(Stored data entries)
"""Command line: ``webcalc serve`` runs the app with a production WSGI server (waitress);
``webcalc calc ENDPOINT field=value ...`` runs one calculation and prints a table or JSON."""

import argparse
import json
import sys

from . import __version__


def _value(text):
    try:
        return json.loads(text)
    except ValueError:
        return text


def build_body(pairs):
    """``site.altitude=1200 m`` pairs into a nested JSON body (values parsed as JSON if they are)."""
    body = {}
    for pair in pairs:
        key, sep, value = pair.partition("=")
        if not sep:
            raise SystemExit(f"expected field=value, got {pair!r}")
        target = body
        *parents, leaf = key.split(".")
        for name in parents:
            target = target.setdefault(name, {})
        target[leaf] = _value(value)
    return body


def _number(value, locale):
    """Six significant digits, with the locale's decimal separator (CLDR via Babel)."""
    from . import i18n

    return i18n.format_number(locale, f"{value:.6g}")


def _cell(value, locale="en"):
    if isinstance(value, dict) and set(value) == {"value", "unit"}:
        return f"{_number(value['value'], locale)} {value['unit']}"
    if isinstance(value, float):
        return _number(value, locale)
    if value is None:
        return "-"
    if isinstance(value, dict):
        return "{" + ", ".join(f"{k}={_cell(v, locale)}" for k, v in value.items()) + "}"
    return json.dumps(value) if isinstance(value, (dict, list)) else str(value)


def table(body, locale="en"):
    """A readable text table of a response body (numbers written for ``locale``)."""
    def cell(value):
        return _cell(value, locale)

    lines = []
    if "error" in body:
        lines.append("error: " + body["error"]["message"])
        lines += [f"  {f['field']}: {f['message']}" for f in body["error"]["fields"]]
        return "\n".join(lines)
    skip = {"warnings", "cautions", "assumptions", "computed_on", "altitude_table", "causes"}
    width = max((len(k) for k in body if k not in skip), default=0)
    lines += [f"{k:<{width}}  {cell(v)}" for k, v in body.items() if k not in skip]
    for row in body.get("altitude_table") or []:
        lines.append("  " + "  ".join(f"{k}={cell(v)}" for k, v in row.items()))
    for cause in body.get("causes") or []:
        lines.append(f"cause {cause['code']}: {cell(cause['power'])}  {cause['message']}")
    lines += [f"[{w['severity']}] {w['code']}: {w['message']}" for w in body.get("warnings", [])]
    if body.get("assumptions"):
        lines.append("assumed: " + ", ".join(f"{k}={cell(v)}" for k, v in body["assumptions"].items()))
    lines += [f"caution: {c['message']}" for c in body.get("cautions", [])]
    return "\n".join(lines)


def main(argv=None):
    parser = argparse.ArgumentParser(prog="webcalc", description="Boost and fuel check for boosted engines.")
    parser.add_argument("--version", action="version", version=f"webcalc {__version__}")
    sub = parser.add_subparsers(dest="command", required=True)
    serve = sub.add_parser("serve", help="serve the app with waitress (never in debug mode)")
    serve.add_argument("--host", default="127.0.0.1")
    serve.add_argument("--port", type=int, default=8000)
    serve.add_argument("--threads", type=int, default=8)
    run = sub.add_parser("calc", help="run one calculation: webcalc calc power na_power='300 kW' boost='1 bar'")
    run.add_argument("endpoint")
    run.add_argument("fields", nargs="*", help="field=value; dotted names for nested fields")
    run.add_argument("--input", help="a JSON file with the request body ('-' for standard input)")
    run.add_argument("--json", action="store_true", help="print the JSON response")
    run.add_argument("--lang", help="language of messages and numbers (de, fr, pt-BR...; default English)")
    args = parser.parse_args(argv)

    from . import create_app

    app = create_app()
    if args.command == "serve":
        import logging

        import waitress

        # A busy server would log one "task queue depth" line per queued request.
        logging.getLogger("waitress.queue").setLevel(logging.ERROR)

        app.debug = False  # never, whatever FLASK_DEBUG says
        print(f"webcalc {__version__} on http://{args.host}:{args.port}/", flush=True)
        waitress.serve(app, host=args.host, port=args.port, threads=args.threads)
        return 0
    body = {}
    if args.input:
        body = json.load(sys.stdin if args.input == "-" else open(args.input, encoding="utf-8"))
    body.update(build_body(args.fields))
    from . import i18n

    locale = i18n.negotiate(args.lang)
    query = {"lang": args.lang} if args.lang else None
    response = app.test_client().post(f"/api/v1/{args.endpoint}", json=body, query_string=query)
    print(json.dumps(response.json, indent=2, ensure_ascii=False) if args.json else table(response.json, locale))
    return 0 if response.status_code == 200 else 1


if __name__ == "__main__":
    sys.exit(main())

==

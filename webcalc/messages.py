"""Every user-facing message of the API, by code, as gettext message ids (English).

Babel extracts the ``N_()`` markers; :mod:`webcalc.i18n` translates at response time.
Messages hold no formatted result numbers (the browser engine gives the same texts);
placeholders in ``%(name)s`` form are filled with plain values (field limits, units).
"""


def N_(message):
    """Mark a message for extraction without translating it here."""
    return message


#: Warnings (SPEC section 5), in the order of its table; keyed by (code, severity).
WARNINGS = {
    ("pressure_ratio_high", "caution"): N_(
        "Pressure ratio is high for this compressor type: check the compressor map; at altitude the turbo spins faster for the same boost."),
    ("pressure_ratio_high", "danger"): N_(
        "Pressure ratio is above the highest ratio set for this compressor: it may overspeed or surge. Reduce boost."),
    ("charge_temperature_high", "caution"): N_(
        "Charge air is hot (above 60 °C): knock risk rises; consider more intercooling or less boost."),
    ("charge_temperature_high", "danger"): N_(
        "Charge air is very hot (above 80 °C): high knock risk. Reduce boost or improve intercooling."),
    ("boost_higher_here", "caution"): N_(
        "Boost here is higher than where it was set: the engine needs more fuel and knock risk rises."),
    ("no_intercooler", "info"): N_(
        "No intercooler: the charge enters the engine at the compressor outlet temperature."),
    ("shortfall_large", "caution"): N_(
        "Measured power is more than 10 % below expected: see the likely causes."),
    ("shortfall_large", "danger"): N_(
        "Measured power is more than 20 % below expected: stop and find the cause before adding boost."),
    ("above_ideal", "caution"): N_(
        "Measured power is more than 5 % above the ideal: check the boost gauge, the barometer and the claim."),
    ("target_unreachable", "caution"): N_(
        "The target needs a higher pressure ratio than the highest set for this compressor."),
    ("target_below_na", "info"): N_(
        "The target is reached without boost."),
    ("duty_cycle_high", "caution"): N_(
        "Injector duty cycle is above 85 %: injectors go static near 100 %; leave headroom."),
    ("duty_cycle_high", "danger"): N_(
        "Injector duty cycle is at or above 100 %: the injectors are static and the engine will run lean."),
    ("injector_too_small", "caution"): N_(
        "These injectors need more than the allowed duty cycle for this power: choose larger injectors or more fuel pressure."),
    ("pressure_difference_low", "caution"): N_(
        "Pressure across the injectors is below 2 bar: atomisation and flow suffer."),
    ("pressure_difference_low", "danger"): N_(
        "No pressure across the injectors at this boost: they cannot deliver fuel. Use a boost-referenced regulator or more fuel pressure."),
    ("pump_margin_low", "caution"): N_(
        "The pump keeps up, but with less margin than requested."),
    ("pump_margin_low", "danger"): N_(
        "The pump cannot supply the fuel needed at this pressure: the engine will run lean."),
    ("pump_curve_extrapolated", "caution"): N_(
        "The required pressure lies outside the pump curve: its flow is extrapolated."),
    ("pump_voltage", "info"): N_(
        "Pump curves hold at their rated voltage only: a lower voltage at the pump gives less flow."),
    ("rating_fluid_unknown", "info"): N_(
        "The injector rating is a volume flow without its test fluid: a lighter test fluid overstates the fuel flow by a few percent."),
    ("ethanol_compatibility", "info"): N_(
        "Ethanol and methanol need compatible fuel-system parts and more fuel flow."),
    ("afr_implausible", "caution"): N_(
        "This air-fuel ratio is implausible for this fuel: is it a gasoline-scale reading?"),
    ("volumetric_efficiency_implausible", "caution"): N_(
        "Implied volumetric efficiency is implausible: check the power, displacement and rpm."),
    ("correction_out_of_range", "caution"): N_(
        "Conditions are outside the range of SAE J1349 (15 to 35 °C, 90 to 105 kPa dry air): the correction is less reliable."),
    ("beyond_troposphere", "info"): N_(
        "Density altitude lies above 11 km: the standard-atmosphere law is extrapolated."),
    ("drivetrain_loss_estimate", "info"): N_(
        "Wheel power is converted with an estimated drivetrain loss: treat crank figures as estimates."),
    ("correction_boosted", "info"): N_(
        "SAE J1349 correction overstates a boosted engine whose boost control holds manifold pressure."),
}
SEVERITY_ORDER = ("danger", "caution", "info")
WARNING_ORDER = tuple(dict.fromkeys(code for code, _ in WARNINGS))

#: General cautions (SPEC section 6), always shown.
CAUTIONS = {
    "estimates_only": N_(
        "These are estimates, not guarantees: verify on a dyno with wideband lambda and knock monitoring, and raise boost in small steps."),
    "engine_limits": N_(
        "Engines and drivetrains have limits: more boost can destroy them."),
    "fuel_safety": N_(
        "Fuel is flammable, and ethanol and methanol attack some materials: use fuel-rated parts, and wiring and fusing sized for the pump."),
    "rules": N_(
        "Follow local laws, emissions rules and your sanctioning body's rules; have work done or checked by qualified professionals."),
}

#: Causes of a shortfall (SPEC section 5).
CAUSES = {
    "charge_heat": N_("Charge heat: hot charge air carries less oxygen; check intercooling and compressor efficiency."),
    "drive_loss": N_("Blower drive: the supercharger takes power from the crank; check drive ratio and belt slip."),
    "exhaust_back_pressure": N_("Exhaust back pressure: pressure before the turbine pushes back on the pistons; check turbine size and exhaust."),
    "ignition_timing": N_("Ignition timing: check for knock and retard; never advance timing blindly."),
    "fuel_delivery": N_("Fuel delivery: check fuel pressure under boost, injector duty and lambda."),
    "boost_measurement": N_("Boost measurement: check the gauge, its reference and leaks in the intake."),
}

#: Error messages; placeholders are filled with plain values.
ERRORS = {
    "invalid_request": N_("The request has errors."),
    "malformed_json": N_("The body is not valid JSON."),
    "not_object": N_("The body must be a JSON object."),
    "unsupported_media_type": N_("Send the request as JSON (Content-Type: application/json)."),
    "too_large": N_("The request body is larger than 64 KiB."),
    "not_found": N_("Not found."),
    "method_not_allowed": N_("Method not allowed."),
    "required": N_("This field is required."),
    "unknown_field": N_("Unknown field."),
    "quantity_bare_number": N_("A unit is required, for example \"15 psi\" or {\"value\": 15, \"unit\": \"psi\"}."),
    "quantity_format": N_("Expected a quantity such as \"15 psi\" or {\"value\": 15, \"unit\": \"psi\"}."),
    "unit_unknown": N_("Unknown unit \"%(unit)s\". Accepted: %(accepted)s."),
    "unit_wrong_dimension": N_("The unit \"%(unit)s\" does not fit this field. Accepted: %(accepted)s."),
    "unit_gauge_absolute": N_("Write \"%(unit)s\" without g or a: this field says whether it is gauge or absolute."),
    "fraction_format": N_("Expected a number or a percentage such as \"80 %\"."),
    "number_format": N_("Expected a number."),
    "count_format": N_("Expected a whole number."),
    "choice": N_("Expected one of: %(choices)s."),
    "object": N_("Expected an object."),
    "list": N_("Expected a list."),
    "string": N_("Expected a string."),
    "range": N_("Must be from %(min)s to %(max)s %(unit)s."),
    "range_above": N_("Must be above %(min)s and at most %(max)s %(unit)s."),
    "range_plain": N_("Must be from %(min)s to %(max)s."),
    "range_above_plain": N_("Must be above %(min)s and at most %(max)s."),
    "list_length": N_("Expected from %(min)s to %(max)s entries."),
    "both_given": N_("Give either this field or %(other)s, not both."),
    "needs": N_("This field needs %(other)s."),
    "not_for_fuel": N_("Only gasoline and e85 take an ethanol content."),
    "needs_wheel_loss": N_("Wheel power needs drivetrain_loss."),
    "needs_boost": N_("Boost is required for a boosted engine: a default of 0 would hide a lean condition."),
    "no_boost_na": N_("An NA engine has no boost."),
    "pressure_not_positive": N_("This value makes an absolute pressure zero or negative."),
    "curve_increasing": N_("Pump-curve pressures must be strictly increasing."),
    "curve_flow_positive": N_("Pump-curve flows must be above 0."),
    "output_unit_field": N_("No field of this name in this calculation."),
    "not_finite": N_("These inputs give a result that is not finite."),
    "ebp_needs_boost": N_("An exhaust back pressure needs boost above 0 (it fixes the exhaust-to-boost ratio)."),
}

...

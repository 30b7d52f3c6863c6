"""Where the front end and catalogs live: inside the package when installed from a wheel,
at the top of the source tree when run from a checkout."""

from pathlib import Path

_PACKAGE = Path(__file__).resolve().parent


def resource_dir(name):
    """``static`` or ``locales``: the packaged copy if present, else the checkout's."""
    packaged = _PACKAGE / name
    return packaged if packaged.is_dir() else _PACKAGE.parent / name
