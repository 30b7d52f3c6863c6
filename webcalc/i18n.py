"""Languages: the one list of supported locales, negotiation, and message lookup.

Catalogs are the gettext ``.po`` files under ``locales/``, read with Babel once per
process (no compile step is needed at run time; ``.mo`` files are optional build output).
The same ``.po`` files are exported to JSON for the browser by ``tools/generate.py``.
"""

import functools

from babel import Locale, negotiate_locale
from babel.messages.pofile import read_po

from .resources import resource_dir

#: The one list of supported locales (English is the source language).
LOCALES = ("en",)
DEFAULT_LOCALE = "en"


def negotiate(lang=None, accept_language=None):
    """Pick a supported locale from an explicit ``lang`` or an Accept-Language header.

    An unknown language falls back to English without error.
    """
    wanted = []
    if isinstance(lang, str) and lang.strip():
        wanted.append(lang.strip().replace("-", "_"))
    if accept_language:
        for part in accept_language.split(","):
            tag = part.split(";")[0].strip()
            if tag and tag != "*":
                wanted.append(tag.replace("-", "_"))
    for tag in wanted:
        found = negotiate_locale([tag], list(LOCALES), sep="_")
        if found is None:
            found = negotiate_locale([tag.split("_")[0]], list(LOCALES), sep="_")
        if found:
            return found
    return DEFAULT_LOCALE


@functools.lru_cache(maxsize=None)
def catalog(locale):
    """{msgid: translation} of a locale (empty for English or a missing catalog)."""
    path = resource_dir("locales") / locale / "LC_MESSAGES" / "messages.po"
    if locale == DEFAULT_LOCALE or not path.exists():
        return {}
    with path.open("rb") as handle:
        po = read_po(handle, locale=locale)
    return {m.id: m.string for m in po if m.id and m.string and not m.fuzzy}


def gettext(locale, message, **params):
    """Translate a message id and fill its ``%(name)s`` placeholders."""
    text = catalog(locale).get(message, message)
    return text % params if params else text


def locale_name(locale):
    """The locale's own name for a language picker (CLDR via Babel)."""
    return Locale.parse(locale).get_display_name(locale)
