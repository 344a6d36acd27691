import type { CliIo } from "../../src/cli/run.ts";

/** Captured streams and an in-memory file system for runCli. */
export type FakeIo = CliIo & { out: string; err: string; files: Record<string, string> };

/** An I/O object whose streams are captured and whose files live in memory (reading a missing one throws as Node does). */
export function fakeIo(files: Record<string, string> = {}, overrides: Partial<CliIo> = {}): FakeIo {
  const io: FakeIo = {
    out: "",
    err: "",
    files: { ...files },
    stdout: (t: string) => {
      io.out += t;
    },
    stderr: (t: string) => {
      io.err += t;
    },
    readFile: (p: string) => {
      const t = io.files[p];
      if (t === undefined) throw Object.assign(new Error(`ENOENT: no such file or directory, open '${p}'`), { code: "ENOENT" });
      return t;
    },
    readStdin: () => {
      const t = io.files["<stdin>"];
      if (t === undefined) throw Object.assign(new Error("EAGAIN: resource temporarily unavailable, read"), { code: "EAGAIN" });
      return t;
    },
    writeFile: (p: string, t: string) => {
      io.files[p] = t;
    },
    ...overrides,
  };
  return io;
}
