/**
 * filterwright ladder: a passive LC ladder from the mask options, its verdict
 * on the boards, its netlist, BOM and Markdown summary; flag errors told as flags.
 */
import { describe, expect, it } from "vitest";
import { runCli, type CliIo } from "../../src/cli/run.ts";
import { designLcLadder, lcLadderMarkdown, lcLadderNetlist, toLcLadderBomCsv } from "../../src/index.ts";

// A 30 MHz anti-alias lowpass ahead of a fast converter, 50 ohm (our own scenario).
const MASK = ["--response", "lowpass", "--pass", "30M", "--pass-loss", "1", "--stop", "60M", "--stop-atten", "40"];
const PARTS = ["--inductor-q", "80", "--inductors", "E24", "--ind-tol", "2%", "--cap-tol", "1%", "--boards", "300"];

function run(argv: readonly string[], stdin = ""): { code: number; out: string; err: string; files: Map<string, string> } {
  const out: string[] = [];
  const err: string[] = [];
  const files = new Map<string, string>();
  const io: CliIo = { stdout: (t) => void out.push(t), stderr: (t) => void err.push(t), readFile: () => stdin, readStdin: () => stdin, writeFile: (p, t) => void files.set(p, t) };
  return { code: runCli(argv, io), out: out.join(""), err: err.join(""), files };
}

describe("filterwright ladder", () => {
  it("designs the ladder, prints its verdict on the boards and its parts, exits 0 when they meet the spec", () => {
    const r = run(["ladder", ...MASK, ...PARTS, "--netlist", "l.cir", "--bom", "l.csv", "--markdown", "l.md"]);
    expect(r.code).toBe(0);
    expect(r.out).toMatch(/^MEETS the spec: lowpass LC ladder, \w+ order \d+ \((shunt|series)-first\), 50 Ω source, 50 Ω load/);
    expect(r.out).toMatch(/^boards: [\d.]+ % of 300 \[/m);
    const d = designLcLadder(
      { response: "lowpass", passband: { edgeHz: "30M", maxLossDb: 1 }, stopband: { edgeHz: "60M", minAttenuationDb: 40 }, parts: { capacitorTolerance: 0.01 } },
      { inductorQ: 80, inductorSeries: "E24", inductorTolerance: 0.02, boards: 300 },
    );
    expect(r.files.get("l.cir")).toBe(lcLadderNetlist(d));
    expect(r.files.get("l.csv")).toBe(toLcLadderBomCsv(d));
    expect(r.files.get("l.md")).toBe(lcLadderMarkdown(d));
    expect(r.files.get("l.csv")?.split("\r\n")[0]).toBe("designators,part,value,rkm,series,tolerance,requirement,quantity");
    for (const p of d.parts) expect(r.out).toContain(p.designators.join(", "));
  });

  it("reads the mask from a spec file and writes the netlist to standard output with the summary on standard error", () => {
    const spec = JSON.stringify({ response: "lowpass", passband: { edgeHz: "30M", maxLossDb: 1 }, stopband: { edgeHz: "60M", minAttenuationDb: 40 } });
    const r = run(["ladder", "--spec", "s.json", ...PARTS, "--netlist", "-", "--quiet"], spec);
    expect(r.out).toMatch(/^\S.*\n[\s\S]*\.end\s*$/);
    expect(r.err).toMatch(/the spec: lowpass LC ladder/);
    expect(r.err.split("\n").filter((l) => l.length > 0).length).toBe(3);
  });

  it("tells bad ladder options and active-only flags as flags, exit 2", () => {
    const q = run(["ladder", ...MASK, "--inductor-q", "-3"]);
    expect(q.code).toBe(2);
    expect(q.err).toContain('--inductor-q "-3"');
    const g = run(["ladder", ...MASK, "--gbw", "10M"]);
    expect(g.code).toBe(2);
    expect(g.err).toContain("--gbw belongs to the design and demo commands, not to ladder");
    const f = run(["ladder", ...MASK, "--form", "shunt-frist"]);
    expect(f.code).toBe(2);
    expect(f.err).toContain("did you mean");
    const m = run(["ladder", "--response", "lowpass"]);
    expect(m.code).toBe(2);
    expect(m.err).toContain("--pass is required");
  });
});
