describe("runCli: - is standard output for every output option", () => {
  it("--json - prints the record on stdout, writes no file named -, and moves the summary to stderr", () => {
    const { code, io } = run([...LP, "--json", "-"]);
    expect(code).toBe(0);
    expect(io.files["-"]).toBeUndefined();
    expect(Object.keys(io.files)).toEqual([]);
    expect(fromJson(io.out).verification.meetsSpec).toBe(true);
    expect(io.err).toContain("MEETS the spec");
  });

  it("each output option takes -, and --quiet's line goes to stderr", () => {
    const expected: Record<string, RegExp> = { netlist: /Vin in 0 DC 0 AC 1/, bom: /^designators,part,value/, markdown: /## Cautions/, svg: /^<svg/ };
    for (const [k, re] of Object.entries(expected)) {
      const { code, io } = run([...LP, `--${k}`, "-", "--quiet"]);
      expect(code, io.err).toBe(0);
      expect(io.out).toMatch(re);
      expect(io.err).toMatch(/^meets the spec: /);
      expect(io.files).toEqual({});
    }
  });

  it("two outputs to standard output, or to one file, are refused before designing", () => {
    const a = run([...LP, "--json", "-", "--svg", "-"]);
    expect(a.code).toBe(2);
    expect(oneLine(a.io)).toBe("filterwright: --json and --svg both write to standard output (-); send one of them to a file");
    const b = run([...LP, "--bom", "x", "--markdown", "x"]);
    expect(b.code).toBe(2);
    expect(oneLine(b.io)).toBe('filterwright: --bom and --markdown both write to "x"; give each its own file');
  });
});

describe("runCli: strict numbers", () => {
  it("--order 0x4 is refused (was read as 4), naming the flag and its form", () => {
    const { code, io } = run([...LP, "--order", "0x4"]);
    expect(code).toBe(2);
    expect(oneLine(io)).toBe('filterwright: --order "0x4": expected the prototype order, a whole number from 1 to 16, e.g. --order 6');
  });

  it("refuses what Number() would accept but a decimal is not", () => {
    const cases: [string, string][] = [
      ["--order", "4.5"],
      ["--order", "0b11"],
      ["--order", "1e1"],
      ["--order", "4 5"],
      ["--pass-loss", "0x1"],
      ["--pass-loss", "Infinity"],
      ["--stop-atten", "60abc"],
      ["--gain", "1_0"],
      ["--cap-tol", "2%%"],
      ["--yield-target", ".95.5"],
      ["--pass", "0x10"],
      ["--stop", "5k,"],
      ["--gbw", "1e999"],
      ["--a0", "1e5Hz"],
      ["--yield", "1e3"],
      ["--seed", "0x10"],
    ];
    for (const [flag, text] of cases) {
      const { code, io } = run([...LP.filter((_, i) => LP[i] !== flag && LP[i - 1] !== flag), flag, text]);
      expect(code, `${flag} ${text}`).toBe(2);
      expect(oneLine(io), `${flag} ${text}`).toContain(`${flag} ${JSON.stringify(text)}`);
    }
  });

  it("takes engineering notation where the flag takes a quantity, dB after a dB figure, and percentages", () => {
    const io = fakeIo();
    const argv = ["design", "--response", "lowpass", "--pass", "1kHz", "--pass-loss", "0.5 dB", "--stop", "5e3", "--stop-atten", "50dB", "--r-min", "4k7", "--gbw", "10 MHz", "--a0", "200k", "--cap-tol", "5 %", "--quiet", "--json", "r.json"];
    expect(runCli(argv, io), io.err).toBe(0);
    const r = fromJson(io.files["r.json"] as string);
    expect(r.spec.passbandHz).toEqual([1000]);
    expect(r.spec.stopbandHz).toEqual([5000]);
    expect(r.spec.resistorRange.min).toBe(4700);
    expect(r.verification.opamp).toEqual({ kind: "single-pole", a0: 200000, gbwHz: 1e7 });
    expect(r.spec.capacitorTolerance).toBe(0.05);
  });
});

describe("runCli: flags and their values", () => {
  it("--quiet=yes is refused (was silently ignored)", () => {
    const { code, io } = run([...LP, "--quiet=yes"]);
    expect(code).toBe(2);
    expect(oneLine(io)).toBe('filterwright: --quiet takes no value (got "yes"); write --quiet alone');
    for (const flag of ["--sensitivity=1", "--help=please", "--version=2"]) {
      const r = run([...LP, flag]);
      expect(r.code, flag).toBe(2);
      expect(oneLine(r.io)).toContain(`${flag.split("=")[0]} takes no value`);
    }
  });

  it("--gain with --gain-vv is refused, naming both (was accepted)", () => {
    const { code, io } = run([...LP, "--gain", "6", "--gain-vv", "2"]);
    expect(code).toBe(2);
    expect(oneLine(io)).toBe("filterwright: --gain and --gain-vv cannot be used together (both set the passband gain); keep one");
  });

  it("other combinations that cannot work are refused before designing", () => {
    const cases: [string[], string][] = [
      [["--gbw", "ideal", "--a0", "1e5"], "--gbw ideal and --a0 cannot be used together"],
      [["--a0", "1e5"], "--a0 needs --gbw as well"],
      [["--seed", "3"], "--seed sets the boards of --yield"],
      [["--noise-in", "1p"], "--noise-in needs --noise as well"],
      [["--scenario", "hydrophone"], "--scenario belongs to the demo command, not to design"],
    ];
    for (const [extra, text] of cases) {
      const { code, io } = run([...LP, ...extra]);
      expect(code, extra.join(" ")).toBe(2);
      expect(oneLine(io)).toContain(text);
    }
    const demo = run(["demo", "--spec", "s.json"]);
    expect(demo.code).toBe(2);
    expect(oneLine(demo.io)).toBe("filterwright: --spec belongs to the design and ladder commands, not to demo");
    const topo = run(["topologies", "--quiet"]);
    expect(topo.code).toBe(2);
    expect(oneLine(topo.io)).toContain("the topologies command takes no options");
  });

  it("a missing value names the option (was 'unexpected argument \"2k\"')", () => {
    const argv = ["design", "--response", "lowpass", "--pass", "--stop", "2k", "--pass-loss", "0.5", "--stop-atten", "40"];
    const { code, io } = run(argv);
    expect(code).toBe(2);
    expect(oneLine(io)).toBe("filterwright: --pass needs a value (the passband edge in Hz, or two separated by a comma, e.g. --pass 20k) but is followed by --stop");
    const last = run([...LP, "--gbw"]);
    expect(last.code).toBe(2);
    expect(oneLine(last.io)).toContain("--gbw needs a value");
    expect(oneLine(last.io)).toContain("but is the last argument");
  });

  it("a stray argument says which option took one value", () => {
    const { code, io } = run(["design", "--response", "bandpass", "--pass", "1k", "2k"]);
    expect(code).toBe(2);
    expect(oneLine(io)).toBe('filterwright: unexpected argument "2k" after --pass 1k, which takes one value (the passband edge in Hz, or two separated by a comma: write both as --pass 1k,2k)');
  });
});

● WHAT IS REQUIRED
For every line of the records with the string "which", add one to a tally; give the final tally alone.

● TASK ANSWER
2